Between 1980 and 1995, 30 patients were admitted to our hospital in whom an acute thoracic aortic rupture was diagnosed. Of these, 23 underwent emergency surgery within 48 hours after the trauma and 7 were operated on later, between 12 days and 13 years after the trauma. Since the introduction of aortic stent grafting in our institution, 14 more patients with acute thoracic aortic rupture were admitted to the emergency department over the following 2-year period (1996–1997). Of these, 5 were treated by stent grafting; 1 was operated on; 4 died within 24 hours or 9 days, each of them because of another associated severe traumatic lesion (no secondary rupture of the thoracic aorta); and 4 had minor aortic lesions that were only followed by MRI every 6 months. All of the operations, either in the emergency department or delayed, were performed under extracorporeal circulation (60% of patients) or with aortic clamping (40%). Surgical morbidity included paraplegia in 6.5% of patients (2/31) and postoperative arterial hypertension in 22.6% (7/31); the mortality rate was 16.1% (5/31).
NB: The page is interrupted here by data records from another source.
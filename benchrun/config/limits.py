"""Limits file schema: what a part must meet, how conformity is decided, how U is estimated.

Loaded with :func:`load_limits`; errors name file, line and field (unknown keys, unknown
metrics, a quantity of the wrong dimension such as ``"30 V"`` for a charge, ``min > max``,
a limit that names an undefined condition). Example (``limits/DX-4417.yaml``)::

    part: DX-4417
    conditions:                         # required test conditions; every device must have
      - name: 25C                       # a valid shot at each
        temperature: 25 degC
        forward_current: 30 A           # optional; so are reverse_voltage and didt
      - name: 125C
        temperature: 125 degC
    tolerances: {forward_current: 5 %, didt: 25 %, reverse_voltage: 5 %, temperature: 3 K}
    limits:
      - {metric: trr_s, max: 150 ns}                   # at every condition
      - {metric: qrr_C, condition: 25C, max: 2.5 uC}   # overrides a general entry there
    decision_rule: {rule: guarded, guard_factor: 1}    # w = r·U (ILAC-G8:09/2019)
    uncertainty:                                       # GUM (JCGM 100:2008) inputs
      coverage_factor: 2
      scope_vertical_accuracy: 1.5 %                   # of full scale, each channel
      current_sensor_tolerance: 1 %
      voltage_probe_tolerance: 1 %
      deskew: 0.5 ns
    bins: {metric: qrr_C, condition: 125C, classes: [{name: Q1, max: 4 uC}, ...]}
    lot: {acceptance_number: 0, indeterminate: nonconforming, invalid: nonconforming}

A test point belongs to a condition when its *requested* temperature (and, where the condition
names them, forward current, bus voltage and di/dt) agree within the tolerances; a shot at
that point is valid for grading when its *measured* conditions agree with the targets within
the same tolerances.
"""

from __future__ import annotations

from pathlib import Path
from typing import Annotated, Any, Literal

from pydantic import BeforeValidator, Field, ValidationInfo, field_validator, model_validator

from benchrun.analysis.metrics_meta import METRICS
from benchrun.config.loader import (
    Current,
    CurrentSlope,
    Fraction,
    StrictModel,
    Temperature,
    TemperatureBand,
    Voltage,
    read_yaml,
    validate,
)
from benchrun.errors import ConfigError, UnitError
from benchrun.units import parse_quantity

#: Unit symbol (as in :mod:`benchrun.analysis.metrics_meta`) → dimension for parse_quantity.
_DIMENSION_OF_UNIT = {
    "A": "current",
    "s": "time",
    "": "dimensionless",
    "C": "charge",
    "J": "energy",
    "A/s": "current_slope",
    "V": "voltage",
    "W": "power",
    "V/s": "voltage_slope",
}

#: Absolute instants inside a record: a limit on them would mean nothing.
_NOT_GRADEABLE = frozenset({"t0_s", "t_irrm_s", "t_trr_s", "t2_s"})

#: Gradeable metric key → (dimension for :func:`benchrun.units.parse_quantity`, unit symbol),
#: from the analysis' metric table (``benchrun/analysis/metrics_meta.py``).
METRIC_UNITS: dict[str, tuple[str, str]] = {
    key: (_DIMENSION_OF_UNIT[item.unit], item.unit)
    for key, item in METRICS.items()
    if key not in _NOT_GRADEABLE and item.unit in _DIMENSION_OF_UNIT
}


def metric_dimension(metric: str) -> str:
    """Dimension name of a gradeable metric; ``ValueError`` for an unknown key."""
    if metric not in METRIC_UNITS:
        known = ", ".join(METRIC_UNITS)
        raise ValueError(f"unknown metric {metric!r} (known: {known})")
    return METRIC_UNITS[metric][0]


def metric_unit(metric: str) -> str:
    """Display unit symbol of a metric ("" for dimensionless or unknown keys)."""
    return METRIC_UNITS.get(metric, ("", ""))[1]


def _time_bound(value: Any) -> float:
    try:
        result = parse_quantity(value, "time")
    except UnitError as exc:
        raise ValueError(exc.message) from None
    if result < 0:
        raise ValueError("a time bound must not be negative")
    return result


#: A non-negative time bound: ``"0.5 ns"``.
TimeBound = Annotated[float, BeforeValidator(_time_bound)]


def _metric_quantity(value: Any, info: ValidationInfo) -> Any:
    """Parse ``value`` in the dimension of the sibling ``metric`` field."""
    if value is None:
        return None
    metric = info.data.get("metric")
    if metric is None:  # the metric itself failed validation; its error is reported first
        return value
    try:
        return parse_quantity(value, metric_dimension(metric))
    except UnitError as exc:
        raise ValueError(f"{exc.message} (limit of {metric})") from None


class Condition(StrictModel):
    """A required test condition (targets; unset ones are taken from the test point)."""

    name: str = Field(min_length=1)
    temperature: Temperature = Field(gt=0)
    forward_current: Current | None = Field(default=None, gt=0)
    reverse_voltage: Voltage | None = Field(default=None, gt=0)
    didt: CurrentSlope | None = Field(default=None, gt=0)


class Tolerances(StrictModel):
    """Allowed deviation of measured from requested conditions (same names as the sequence)."""

    forward_current: Fraction | None = 0.05
    didt: Fraction | None = 0.25
    reverse_voltage: Fraction | None = 0.05
    temperature: TemperatureBand = 3.0


class MetricLimit(StrictModel):
    """Lower and/or upper tolerance limit of one metric, at one condition or at all."""

    metric: str
    condition: str | None = None
    min: float | None = None
    max: float | None = None

    @field_validator("metric")
    @classmethod
    def _known(cls, value: str) -> str:
        metric_dimension(value)
        return value

    @field_validator("min", "max", mode="before")
    @classmethod
    def _parse(cls, value: Any, info: ValidationInfo) -> Any:
        return _metric_quantity(value, info)

    @model_validator(mode="after")
    def _order(self) -> MetricLimit:
        if self.min is None and self.max is None:
            raise ValueError("give 'min', 'max' or both")
        if self.min is not None and self.max is not None and self.min > self.max:
            raise ValueError(f"min ({self.min:g}) is greater than max ({self.max:g})")
        return self


class DecisionRuleSpec(StrictModel):
    """Decision rule of ILAC-G8:09/2019: ``simple`` acceptance (§4.2.1, w = 0), ``guarded``
    (§4.2.3, non-binary: conforming / indeterminate / non-conforming) or ``guarded-binary``
    (§4.2.2: pass inside the acceptance limits, fail otherwise), guard band w = r·U."""

    rule: Literal["simple", "guarded", "guarded-binary"] = "guarded"
    guard_factor: float = Field(default=1.0, ge=0, le=3)


class ExtraContributor(StrictModel):
    """An additional Type B contributor to one metric's budget (GUM §4.3)."""

    metric: str
    name: str = Field(min_length=1)
    relative: Fraction | None = None
    absolute: float | None = None
    distribution: Literal["rectangular", "triangular", "normal"] = "rectangular"
    coverage_factor: float = Field(default=2.0, gt=0)

    @field_validator("metric")
    @classmethod
    def _known(cls, value: str) -> str:
        metric_dimension(value)
        return value

    @field_validator("absolute", mode="before")
    @classmethod
    def _parse(cls, value: Any, info: ValidationInfo) -> Any:
        return _metric_quantity(value, info)

    @model_validator(mode="after")
    def _one(self) -> ExtraContributor:
        if (self.relative is None) == (self.absolute is None):
            raise ValueError("give exactly one of 'relative' or 'absolute'")
        if self.absolute is not None and self.absolute < 0:
            raise ValueError("a bound must not be negative")
        return self


class UncertaintySpec(StrictModel):
    """Inputs of the per-metric GUM budgets (see :mod:`benchrun.grading.uncertainty`).

    Bounds are half-widths of rectangular distributions (JCGM 100:2008 §4.3.7) unless stated.
    """

    coverage_factor: float = Field(default=2.0, gt=0, le=4)
    scope_vertical_accuracy: Fraction = 0.015
    current_sensor_tolerance: Fraction = 0.01
    voltage_probe_tolerance: Fraction = 0.01
    deskew: TimeBound = 0.5e-9
    integration_end_fraction: float = Field(default=0.02, gt=0, lt=1)
    repeatability: bool = True
    extra: list[ExtraContributor] = Field(default_factory=list)


class BinClass(StrictModel):
    """One bin class: ``min <= value <= max`` (either bound optional), SI units."""

    name: str = Field(min_length=1)
    min: float | None = None
    max: float | None = None

    @model_validator(mode="after")
    def _order(self) -> BinClass:
        if self.min is not None and self.max is not None and self.min > self.max:
            raise ValueError(f"min ({self.min:g}) is greater than max ({self.max:g})")
        return self


class BinSpec(StrictModel):
    """Classes of one metric at one condition, e.g. Qrr classes for parallel matching.

    A device falls in the first class (in file order) whose bounds contain its value.
    """

    metric: str
    condition: str | None = None
    classes: list[BinClass] = Field(min_length=1)

    @field_validator("metric")
    @classmethod
    def _known(cls, value: str) -> str:
        metric_dimension(value)
        return value

    @field_validator("classes", mode="before")
    @classmethod
    def _parse(cls, value: Any, info: ValidationInfo) -> Any:
        metric = info.data.get("metric")
        if metric is None or not isinstance(value, list):
            return value
        dimension = metric_dimension(metric)
        parsed: list[Any] = []
        for index, item in enumerate(value):
            if not isinstance(item, dict):
                parsed.append(item)
                continue
            entry = dict(item)
            for key in ("min", "max"):
                if entry.get(key) is None:
                    continue
                try:
                    entry[key] = parse_quantity(entry[key], dimension)
                except UnitError as exc:
                    name = entry.get("name", index)
                    raise ValueError(f"class {index} ({name}) {key}: {exc.message}") from None
            parsed.append(entry)
        return parsed


class LotRule(StrictModel):
    """Lot acceptance by attributes: accept when at most ``acceptance_number`` (c) devices
    count as non-conforming, and at least ``sample_size`` (n) devices were graded."""

    acceptance_number: int = Field(default=0, ge=0)
    sample_size: int | None = Field(default=None, ge=1)
    indeterminate: Literal["nonconforming", "conforming"] = "nonconforming"
    invalid: Literal["nonconforming", "excluded"] = "nonconforming"


class LimitsSpec(StrictModel):
    """A whole limits file."""

    part: str = Field(min_length=1)
    description: str = ""
    revision: str = ""
    conditions: list[Condition] = Field(min_length=1)
    tolerances: Tolerances = Tolerances()
    limits: list[MetricLimit] = Field(min_length=1)
    decision_rule: DecisionRuleSpec = DecisionRuleSpec()
    uncertainty: UncertaintySpec = UncertaintySpec()
    bins: BinSpec | None = None
    lot: LotRule = LotRule()

    def condition(self, name: str) -> Condition:
        """The condition called ``name``."""
        for condition in self.conditions:
            if condition.name == name:
                return condition
        raise KeyError(name)

    def limits_at(self, condition: str) -> list[MetricLimit]:
        """Limits that apply at ``condition``: condition-specific entries override general
        ones for the same metric; order follows the file."""
        specific = {item.metric for item in self.limits if item.condition == condition}
        chosen: list[MetricLimit] = []
        for item in self.limits:
            if item.condition == condition or (
                item.condition is None and item.metric not in specific
            ):
                chosen.append(item)
        return chosen


def _cross_check(spec: LimitsSpec, filename: str, lines: dict[tuple[Any, ...], int]) -> None:
    """Checks that span several entries, reported at the line of the offending entry."""

    def fail(message: str, path: tuple[Any, ...]) -> None:
        line = None
        probe = path
        while probe:
            if probe in lines:
                line = lines[probe]
                break
            probe = probe[:-1]
        field = ".".join(str(part) for part in path)
        raise ConfigError(message, file=filename, line=line, field=field)

    names = [condition.name for condition in spec.conditions]
    for index, name in enumerate(names):
        if names.index(name) != index:
            fail(f"condition {name!r} is defined twice", ("conditions", index, "name"))
    seen: set[tuple[str, str | None]] = set()
    for index, item in enumerate(spec.limits):
        if item.condition is not None and item.condition not in names:
            fail(
                f"unknown condition {item.condition!r} (defined: {', '.join(names)})",
                ("limits", index, "condition"),
            )
        key = (item.metric, item.condition)
        if key in seen:
            where = f"at {item.condition}" if item.condition else "for all conditions"
            fail(f"{item.metric} has two limits {where}", ("limits", index, "metric"))
        seen.add(key)
    for index, extra in enumerate(spec.uncertainty.extra):
        if extra.metric not in {item.metric for item in spec.limits}:
            fail(f"{extra.metric} has no limit to budget for", ("uncertainty", "extra", index))
    if spec.bins is not None:
        if spec.bins.condition is not None and spec.bins.condition not in names:
            fail(f"unknown condition {spec.bins.condition!r}", ("bins", "condition"))
        if spec.bins.condition is None and len(names) > 1:
            fail("name the condition the bins apply to", ("bins", "metric"))


def load_limits(path: str | Path) -> LimitsSpec:
    """Load and validate a limits file.

    Raises
    ------
    ConfigError
        With ``file:line: field: message`` for every mistake in the file.
    """
    data, lines = read_yaml(path)
    if data is None:
        data = {}
    spec = validate(LimitsSpec, data, filename=str(path), lines=lines)
    _cross_check(spec, str(path), lines)
    return spec
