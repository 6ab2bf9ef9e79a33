"""Limits file schema: what a part must meet, how conformity is decided, how U is estimated.

Loaded with :func:`load_limits`; errors name file, line and field (unknown keys, unknown
metrics, a quantity of the wrong dimension such as ``"30 V"`` for a charge, ``min > max``,
a limit that names an undefined condition). Example (``limits/DX-4417.yaml``)::

    part: DX-4417
    conditions:                         # required test conditions; every device must have
      - name: 25C                       # a valid shot at each
        temperature: 25 degC
        forward_current: 30 A           # optional; so are reverse_voltage and didt
      - name: 125C
        temperature: 125 degC
    tolerances: {forward_current: 5 %, didt: 25 %, reverse_voltage: 5 %, temperature: 3 K}
    limits:
      - {metric: trr_s, max: 150 ns}                   # at every condition
      - {metric: qrr_C, condition: 25C, max: 2.5 uC}   # overrides a general entry there
      - {metric: irrm_A, max: 48 A, aggregation: worst}  # worst shot (default for peaks)
    decision_rule: {rule: guarded, guard_factor: 1}    # w = r·U (ILAC-G8:09/2019)
    uncertainty: {coverage_factor: 2}                  # GUM (JCGM 100:2008) settings
    bins: {metric: qrr_C, condition: 125C, classes: [{name: Q1, max: 4 uC}, ...]}
    lot: {lot_size: 10, sample_size: 10, plan: zero-acceptance, aql: 1 %}
    worst_case:                         # optional: the worst-case snappiness step
      condition: worst-case             # graded at the test point the sequence marks
      rated_voltage: 1200 V             # VRRM
      max_overshoot_excess: 10 %        # of VR + Ls·di/dt (Ls: the bench's stray inductance)
      max_ring_amplitude: 20 %          # of Irrm, after the recovery
      max_ring_decay: 100 ns            # envelope decay time constant
      avalanche_fraction: 90 %          # of VRRM ...
      clamp_time: 5 ns                  # ... held this long: dynamic avalanche suspected
      allow_snap: false                 # the snap flag (RRSF < 1/3) fails the step

Every limit, bin edge, tolerance and absolute uncertainty input is written with its unit
(``150 ns``, ``5 %``, ``3 K``): a bare number is refused at its line
(:mod:`benchrun.config.explicit`), except for the dimensionless metrics (softness, rrsf).
Instrument and probe accuracies are not part of the part's limits: they come from the bench
file (``benchrun.config.bench``, per instrument and probe with its calibration certificate).

Aggregation: each limit says how a device's valid shots are combined before the decision —
``mean`` (the mean of the shots, Type A term s/√n) or ``worst`` (the shot nearest to or beyond
a limit, Type A term s of a single shot). Default: ``worst`` for the peak values
:data:`PEAK_METRICS` (Irrm, Vrm: a peak limit protects against the worst event the part sees),
``mean`` for every other metric (charges, energies and times are properties of the device that
repeated shots estimate better on average).

A test point belongs to a condition when its *requested* temperature (and, where the condition
names them, forward current, bus voltage and di/dt) agree within the tolerances; a shot at
that point is valid for grading when its *measured* conditions agree with the targets within
the same tolerances.
"""

from __future__ import annotations

from pathlib import Path
from typing import Any, Literal

from pydantic import Field, ValidationInfo, field_validator, model_validator

from benchrun.analysis.metrics_meta import METRICS
from benchrun.config.crosscheck import check_bin_order
from benchrun.config.explicit import (
    ExplicitFraction,
    ExplicitTemperatureBand,
    ExplicitTimeBound,
    ExplicitTolerance,
    explicit,
    has_no_unit,
    parse_explicit,
    unit_missing_message,
)
from benchrun.config.loader import StrictModel, read_yaml, validate
from benchrun.errors import ConfigError

#: Unit symbol (as in :mod:`benchrun.analysis.metrics_meta`) → dimension for parse_quantity.
_DIMENSION_OF_UNIT = {
    "A": "current",
    "s": "time",
    "": "dimensionless",
    "C": "charge",
    "J": "energy",
    "A/s": "current_slope",
    "V": "voltage",
    "W": "power",
    "V/s": "voltage_slope",
}

#: Absolute instants inside a record: a limit on them would mean nothing.
_NOT_GRADEABLE = frozenset({"t0_s", "t_irrm_s", "t_trr_s", "t2_s"})

#: Gradeable metric key → (dimension for :func:`benchrun.units.parse_quantity`, unit symbol),
#: from the analysis' metric table (``benchrun/analysis/metrics_meta.py``).
METRIC_UNITS: dict[str, tuple[str, str]] = {
    key: (_DIMENSION_OF_UNIT[item.unit], item.unit)
    for key, item in METRICS.items()
    if key not in _NOT_GRADEABLE and item.unit in _DIMENSION_OF_UNIT
}


def metric_dimension(metric: str) -> str:
    """Dimension name of a gradeable metric; ``ValueError`` for an unknown key."""
    if metric not in METRIC_UNITS:
        known = ", ".join(METRIC_UNITS)
        raise ValueError(f"unknown metric {metric!r} (known: {known})")
    return METRIC_UNITS[metric][0]


def metric_unit(metric: str) -> str:
    """Display unit symbol of a metric ("" for dimensionless or unknown keys)."""
    return METRIC_UNITS.get(metric, ("", ""))[1]


#: Metrics that are peak values of one event: graded on the worst shot by default.
PEAK_METRICS = frozenset({"irrm_A", "vrm_V"})

#: How a device's shots are combined for a limit.
Aggregation = Literal["mean", "worst"]


def default_aggregation(metric: str) -> str:
    """``"worst"`` for the peak metrics (:data:`PEAK_METRICS`), ``"mean"`` otherwise."""
    return "worst" if metric in PEAK_METRICS else "mean"


def metric_value(value: Any, metric: str) -> float:
    """Parse a limit, bin edge or absolute input of ``metric``: a unit of the metric's
    dimension is required (a bare number is refused), except for dimensionless metrics."""
    dimension = metric_dimension(metric)
    if dimension == "dimensionless":
        if isinstance(value, bool):
            raise ValueError(f"expected a number, got {value!r}")
        if has_no_unit(value):
            return float(value)
    elif has_no_unit(value):
        raise ValueError(f"{unit_missing_message(value, dimension)} (limit of {metric})")
    try:
        return parse_explicit(value, dimension)
    except ValueError as exc:
        raise ValueError(f"{exc} (limit of {metric})") from None


def _metric_quantity(value: Any, info: ValidationInfo) -> Any:
    """Parse ``value`` in the dimension of the sibling ``metric`` field."""
    if value is None:
        return None
    metric = info.data.get("metric")
    if metric is None:  # the metric itself failed validation; its error is reported first
        return value
    return metric_value(value, metric)


_Temperature = explicit("temperature")
_Current = explicit("current")
_Voltage = explicit("voltage")
_CurrentSlope = explicit("current_slope")


class Condition(StrictModel):
    """A required test condition (targets; unset ones are taken from the test point)."""

    name: str = Field(min_length=1)
    temperature: _Temperature = Field(gt=0)
    forward_current: _Current | None = Field(default=None, gt=0)
    reverse_voltage: _Voltage | None = Field(default=None, gt=0)
    didt: _CurrentSlope | None = Field(default=None, gt=0)
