def _implied_load_variants(
    frame: ClaimsFrame, pending: np.ndarray, base: np.ndarray, analysis: Analysis
):
    """Several loads of one case left out, scaled or moved at once, read off the loads the claims
    balance (implied loads): where every member has a claim, joint equilibrium gives the load the
    claims carry at each joint. The differences are taken as the change only when they look like
    loads: each is the case load there scaled (left out, doubled, reversed), or a load that left one
    joint arriving at another; a wrong member value instead leaves equal and opposite forces along
    the member at its two ends, which are neither."""

    model = analysis.model
    n_cases = len(model.cases)
    d = model.dim
    names = list(frame.load_names)
    claimed = np.full((len(model.members), len(names)), np.nan)
    claimed[frame.member, frame.column] = frame.claimed
    rounding = np.zeros_like(claimed)
    rounding[frame.member, frame.column] = frame.rounding
    F = model.load_matrix()
    C = model.combination_matrix()
    lu = analysis.run.equilibrium_lu()
    imbalances = claims_balance(analysis, claimed, {}, names, Tolerance(rtol=frame.rtol), rounding)
    for k in sorted({int(x) for x in frame.column[pending].tolist() if x < n_cases}):
        joints = [b for b in imbalances if b.case == names[k]]
        if not joints:
            continue
        added = _uniform_addition(model, joints, names[k])
        if added is not None:
            words, delta = added
            t = lu.solve(-delta)[: len(model.members)]
            shift = t[frame.member] * C[k, frame.column]
            yield Variant(
                "loads-implied", words, shift, names[k], tuple(b.joint for b in joints), fitted=True
            )
            continue
        delta = np.zeros(model.dofs)
        scaled: list[tuple[str, float, float]] = []
        gone: list[tuple[str, float, float]] = []
        arrived: list[tuple[str, float, np.ndarray]] = []
        for b in joints:
            j = model.joint_index[b.joint]
            load = F[j * d : (j + 1) * d, k]
            change = -np.asarray(b.residual)  # implied - case load
            implied = load + change
            size = float(np.linalg.norm(load))
            if size > 0:
                ratio = float(implied @ load) / size**2
                if np.linalg.norm(implied - ratio * load) > LOAD_MATCH * size:
                    break  # not along the case load: no load slip
                plain = _plain_load_factor(ratio)
                if plain is None:
                    break
                ratio = plain
                (gone if abs(ratio) < LOAD_MATCH else scaled).append((b.joint, ratio, size))
            else:
                arrived.append((b.joint, float(np.linalg.norm(implied)), implied))
            delta[j * d : (j + 1) * d] = change
        else:
            # loads that arrive where there were none must be ones that left elsewhere, size for
            # size
            left = sorted(size for _, _, size in gone)
            came = sorted(size for _, size, _ in arrived)
            if len(came) > len(left) or any(
                not any(abs(c - x) <= LOAD_MATCH * x for x in left) for c in came
            ):
                continue
            if len(gone) + len(scaled) + len(arrived) < 2:
                continue  # one joint: the single-load variants say it better
            t = lu.solve(-delta)[: len(model.members)]
            shift = t[frame.member] * C[k, frame.column]
            parts = []
            if gone:
                parts.append(f"left out at {', '.join(j for j, _, _ in gone)}")
            if scaled:
                parts.append(
                    "taken as "
                    + ", ".join(f"{fmt(r, 3)} times the case load at {j}" for j, r, _ in scaled)
                )
            if arrived:
                parts.append(
                    "applied at " + ", ".join(f"{j} ({fmt(size, 3)})" for j, size, _ in arrived)
                )
            words = f"the '{names[k]}' loads as the claims balance them: " + "; ".join(parts)
            # read off the claims, so fitted: a named slip (the other chord, one load moved) that
            # explains as much is the plainer reading
            yield Variant(
                "loads-implied", words, shift, names[k], tuple(b.joint for b in joints), fitted=True
            )
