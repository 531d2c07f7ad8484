"""Calc sheets of the method of sections as plain records: what a report draws and prints.

A checking engineer sets out a section in a review memo as: the free body kept, the members cut
(each force drawn as tension, pulling the free body toward the far joint), the loads and the
reactions on the kept side, one equation per member solved (moments about a point, "about joint X"
when it is a joint, or a force sum normal to parallel members) with its lever arms, and the
result with T/C. `CalcSheets` builds those records from the section route's cuts; the reports
(`verify/report/`) only render them.

One free body, one sheet: cuts of different members through the same members with the same kept
side are one sheet listing every member it solves, each with its own equation.

Cost: a report asks for the sheets of a few members (the flagged ones and a sample). The loads and
reactions on a cut's kept side are read from per-sweep prefix sums and the positions of the
loaded and supported joints in the sweep's order (binary search), never by scanning every joint
per cut; the drawing holds at most MAX_DRAWN_MEMBERS members of the kept side, nearest the cut
first. So each sheet costs O(log n) plus what it prints, after O(n) once per sweep direction.
"""

from __future__ import annotations

from collections import deque
from collections.abc import Sequence
from dataclasses import dataclass

import numpy as np

from verify.analysis import exact as ex
from verify.analysis.joints import JointSolution, overall_equilibrium_matrix, solve_reactions
from verify.analysis.sections import (
    EQUATIONS,
    FORCES_NORMAL,
    LEAST_SQUARES,
    MOMENTS,
    SectionCut,
    SectionSolution,
    _line_moment,
    _rank_solve,
    cut_for_members,
)
from verify.model import Model

MAX_ITEMS = 12  # loads itemised per sheet (and per equation); the rest are summed in one term
MAX_LISTED_JOINTS = 20  # kept joints named on a sheet
MAX_DRAWN_MEMBERS = 400  # kept-side members drawn on a free body, nearest the cut first
EXACT_MAX_INPUTS = 200  # beyond this many loads and members on one equation: decimals only
ZERO_RTOL = 1e-9  # |force| below this fraction of the sheet's largest is "zero force"
ROUNDOFF_RTOL = 1e-12  # coordinates below this fraction of the model's extent print as 0

Point = tuple[float, ...]


@dataclass(frozen=True)
class CutMember:
    """A member the section cuts: its force acts on the free body along `direction` (tension)."""

    member: str
    kept_joint: str  # its end on the kept side
    far_joint: str
    point: Point  # the kept end's coordinates
    direction: Point  # unit vector from the kept end toward the far end
    known: float | None  # its force, when an earlier cut found it (else an unknown here)


@dataclass(frozen=True)
class ExternalForce:
    """A load or a reaction on the kept side, in one load column."""

    kind: str  # "load" | "reaction"
    label: str  # the joint (load) or "<joint>.<axis>" (reaction)
    joint: str
    point: Point
    force: Point  # the global vector
    value: float  # a load's magnitude, a reaction along its stated direction


@dataclass(frozen=True)
class Term:
    """One term of an equation: force × lever arm (moments) or force × cosine (force sums)."""

    kind: str  # "load" | "loads" (the rest, summed) | "reaction" | "known" | "unknown" | "dropped"
    label: str  # joint, reaction label, member, or "other loads"
    component: str  # "Fx", "Fy", "Fz", "R" (along the support direction) or "N"
    force: float | None  # None for an unknown member force
    arm: float  # lever arm (signed, anticlockwise positive in 2D) or cosine
    product: float | None  # force × arm; None for the unknown
    foot: Point | None = None  # 2D moments: the foot of the perpendicular from the moment point


@dataclass(frozen=True)
class Equation:
    """The equation that isolates one member of the free body."""

    target: str
    method: str  # MOMENTS | FORCES_NORMAL | LEAST_SQUARES
    moment_point: Point | None
    moment_joint: str | None  # "about joint X" when the point is a joint
    axis: Point | None  # 3D moment axis, or the direction forces are summed along
    eliminated: tuple[str, ...]  # unknown members whose lines pass through the point (drop out)
    terms: tuple[Term, ...]
    coefficient: float  # of the target's force
    rest: float  # the sum of every other term
    value: float  # the target's force, tension positive
    tc: str  # "T" | "C" | "zero force"
    exact: str | None  # the exact value in the one notation, when meaningful and checked


@dataclass(frozen=True)
class FreeBodyDrawing:
    """What a drawing of the free body holds: joints, kept members, and what was left out."""

    joints: tuple[tuple[str, Point], ...]  # every joint drawn (kept side and far ends of cuts)
    members: tuple[tuple[str, str, str], ...]  # (member, joint, joint) on the kept side
    omitted_members: int  # kept-side members not drawn (large free bodies)


@dataclass(frozen=True)
class CutSheet:
    """One free body and every member it solves, for one load column."""

    load_name: str
    combination: bool  # the column combines load cases (no exact values)
    straight: bool  # a straight cut (a plane in 3D), else a connected set of joints
    kept_count: int
    kept_listed: tuple[str, ...]  # the first MAX_LISTED_JOINTS kept joints
    cut_members: tuple[CutMember, ...]
    loads: tuple[ExternalForce, ...]  # the first MAX_ITEMS loads on the kept side
    loads_omitted: int
    load_total: Point  # resultant of every load on the kept side
    reactions: tuple[ExternalForce, ...]
    equations: tuple[Equation, ...]  # one per member solved by its own equation
    also: tuple[tuple[str, float, str], ...]  # (member, force, T/C) from the full equation set
    drawing: FreeBodyDrawing
    extent: float  # the model's size (for rounding coordinates)

    @property
    def solves(self) -> tuple[str, ...]:
        return tuple(e.target for e in self.equations) + tuple(m for m, _, _ in self.also)


@dataclass(frozen=True)
class OverallRow:
    """One equation of overall equilibrium: Σ coefficient·reaction + load total = 0."""

    title: str
    coefficients: tuple[tuple[str, float], ...]  # (reaction label, coefficient), non-zero only
    loads: tuple[tuple[str, float], ...]  # (joint, contribution), the first MAX_ITEMS
    loads_omitted: int
    load_total: float
    solves: tuple[str, float] | None  # (reaction label, value) when this row fixes a new one


@dataclass(frozen=True)
class ReactionsSheet:
    """The overall-equilibrium step for one load column."""

    load_name: str
    possible: bool
    why: str  # when not possible
    pivot: str | None  # the joint moments are taken about
    rows: tuple[OverallRow, ...]
    reactions: tuple[tuple[str, float, str | None], ...]  # (label, value, exact)


@dataclass(frozen=True)
class SheetSet:
    """The sheets asked for, and why any asked-for member has none."""

    sheets: tuple[CutSheet, ...]
    unreached: tuple[tuple[str, str], ...]  # (member, reason)


def _tc(x: float, scale: float) -> str:
    if abs(x) <= ZERO_RTOL * scale:
        return "zero force"
    return "T" if x > 0 else "C"


def _pt(v: np.ndarray | Sequence[float]) -> Point:
    return tuple(float(c) for c in v)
Chronic rupture was postulated in the 4 oldest patients, who had sustained their accidents between 10 and 32 years (mean, 20 years) before endoluminal repair. All of them presented with peripheral calcifications on their pseudoaneurysmal sac, and the isthmic location (known as the preferential site of traumatic aortic injury in >85% of patients22 ) and circumferential aspect of the aneurysm were highly suggestive of chronic traumatic aortic lesion, in the absence of evident atheromatosis, dissection, or infection. Indications for treatment in the chronic group were either aortic expansion (n=1) or aortic diameter >60 mm (n=3). The choice for endovascular technique was the patients' preference in all 5 cases.

The maximum size of the pseudoaneurysmal sac ranged from 26 to 70 mm (mean, 42.2 mm).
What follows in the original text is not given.